Topic on User talk:MWJames

Svemir Brkic (talkcontribs)
MWJames (talkcontribs)

Thanks for effort, right now we are testing and it looks good. Maybe their should be a note that this change will impact the index time since the main index will take around four to five times longer to build the index.

For the incremental index we changed to DATE_FORMAT(CURRENT_TIMESTAMP() - INTERVAL 12 HOUR, '%Y%m%d%h%i%s') to minimize the incremental index time while running the merge function more often.

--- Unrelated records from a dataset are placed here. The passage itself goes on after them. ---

/** Counts of what the store holds for one source (and of all fit sets, which read every input). */
export async function snapshot(store: Store, source: string): Promise<SourceSnapshot> {
  const one = async (sql: string, params: unknown[] = []) => Number((await store.sql.query<{ n: number | string | null }>(sql, params)).rows[0]?.n ?? 0);
  const latest = (await store.sql.query<{ seq: number }>(`SELECT max(v.seq) AS seq FROM vintage v JOIN source s ON s.id = v.source_id WHERE s.name = $1`, [source])).rows[0]?.seq ?? null;
  return {
    vintages: await one(`SELECT count(*) AS n FROM vintage v JOIN source s ON s.id = v.source_id WHERE s.name = $1`, [source]),
    latestSeq: latest === null ? null : Number(latest),
    observations: await one(`SELECT count(*) AS n FROM observation o JOIN series x ON x.id = o.series_id JOIN source s ON s.id = x.source_id WHERE s.name = $1`, [source]),
    current: await one(
      `SELECT count(*) AS n FROM (SELECT DISTINCT ON (o.series_id, o.period) o.removed FROM observation o JOIN series x ON x.id = o.series_id JOIN source s ON s.id = x.source_id
        WHERE s.name = $1 ORDER BY o.series_id, o.period, o.vintage_seq DESC) t WHERE NOT removed`,
      [source],
    ),
    fitSets: await one(`SELECT count(*) AS n FROM fit_set`),
    fits: await one(`SELECT count(*) AS n FROM fit`),
    fitChanges: await one(`SELECT count(*) AS n FROM fit_change`),
  };
}

/** Fit sets whose fit count differs from their economies' count in the summary (a half-written set). */
export async function halfWrittenFitSets(store: Store): Promise<number[]> {
  const r = await store.sql.query<{ id: number }>(
    `SELECT fs.id FROM fit_set fs LEFT JOIN fit f ON f.fit_set_id = fs.id
      GROUP BY fs.id, fs.summary HAVING count(f.id) <> COALESCE((fs.summary->>'economies')::int, -1)`,
  );
  return r.rows.map((x) => x.id);
}

export interface RunLogRow {
  id: number;
  job: string;
  tick: Date;
  status: string;
  instance: string;
  started_at: Date;
  finished_at: Date | null;
  error: string | null;
  counts: Record<string, number> | null;
}

export async function runLog(store: Store, job?: string): Promise<RunLogRow[]> {
  const r = await store.sql.query<RunLogRow>(
    `SELECT id, job, tick, status, instance, started_at, finished_at, error, counts FROM job_run ${job ? "WHERE job = $1" : ""} ORDER BY id`,
    job ? [job] : [],
  );
  return r.rows;
}

// ---------------------------------------------------------------------------------------------
// Waiting and PostgreSQL helpers

/** Poll `check` until it returns a value other than undefined/false; throws after `timeoutMs` (a safety net). */
export async function waitFor<T>(what: string, check: () => Promise<T | undefined | false | null>, timeoutMs = 60_000, everyMs = 100): Promise<T> {
  const until = Date.now() + timeoutMs;
  for (;;) {
    const v = await check().catch(() => undefined);
    if (v !== undefined && v !== false && v !== null) return v as T;
    if (Date.now() > until) throw new Error(`Timed out after ${timeoutMs} ms waiting for ${what}.`);
    await new Promise((r) => setTimeout(r, everyMs));
  }
}

/**
 * Hold `LOCK TABLE <table> IN SHARE MODE` in its own transaction on `url`: reads go on, but any
 * INSERT into the table waits, so a run can be stopped in the middle of its commit transaction.
 */
export async function holdInsertLock(url: string, table: string): Promise<{ release(): Promise<void>; client: pg.Client }> {
  const client = new pg.Client({ connectionString: url });
  client.on("error", () => {}); // the server may be restarted under it (drill)
  await client.connect();
  await client.query("BEGIN");
  await client.query(`LOCK TABLE ${table} IN SHARE MODE`);
  return {
    client,
    async release() {
      await client.query("ROLLBACK").catch(() => {});
      await client.end().catch(() => {});
    },
  };
}

/** Backend pids of sessions of database `db` waiting for a lock while inserting into `table`. */
export async function waitingInserts(adminUrl: string, db: string, table: string): Promise<number[]> {
  const c = new pg.Client({ connectionString: adminUrl });
  await c.connect();
  try {
    const r = await c.query<{ pid: number }>(
      `SELECT pid FROM pg_stat_activity WHERE datname = $1 AND wait_event_type = 'Lock' AND query ILIKE $2`,
      [db, `%INSERT INTO ${table}%`],
    );
    return r.rows.map((x) => x.pid);
  } finally {
    await c.end();
  }
}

/path/to/sphinx/bin/indexer --config /path/to/sphinx.conf --rotate --merge wiki_main wiki_incremental --merge-dst-range deleted 0 0

Svemir Brkic (talkcontribs)

There are probably faster ways to gather the same data. For example, the temporary table could be changed into a regular table and updated on a separate schedule. Or it could be replaced with a different kind of join. I need to update some of the larger wikis I am managing to be able to test with enough data.

BTW, why are you merging the two indexes? For me sphinx works just fine when I tell it to use both of them, and merging process needs to load both of them into RAM to merge them, so it is probably slow on a large wiki. What is the benefit for you?

MWJames (talkcontribs)

For us the incremental index is just a temporary index that contains the last 12 hours of changed content. To avoid a main re-indexing (happen once a month for 2GB wiki db) the merge process is running every 6th hour to store the delta in the main index. The IO for the merge process might be higher but it is relatively fast and does have only a minimal impact on the server workload.

Svemir Brkic (talkcontribs)

That makes sense. How long do these 3 processes take in your case (main index. incremental index, and merge)? Svemir Brkic 11:02, 12 September 2011 (UTC)

MWJames (talkcontribs)

On the test system with the new ranking method

main index = 15 ~ 20 min
incremental index = 30 sec ~ 2 min (depending on existing changes, or template change)
merge index = < 30 sec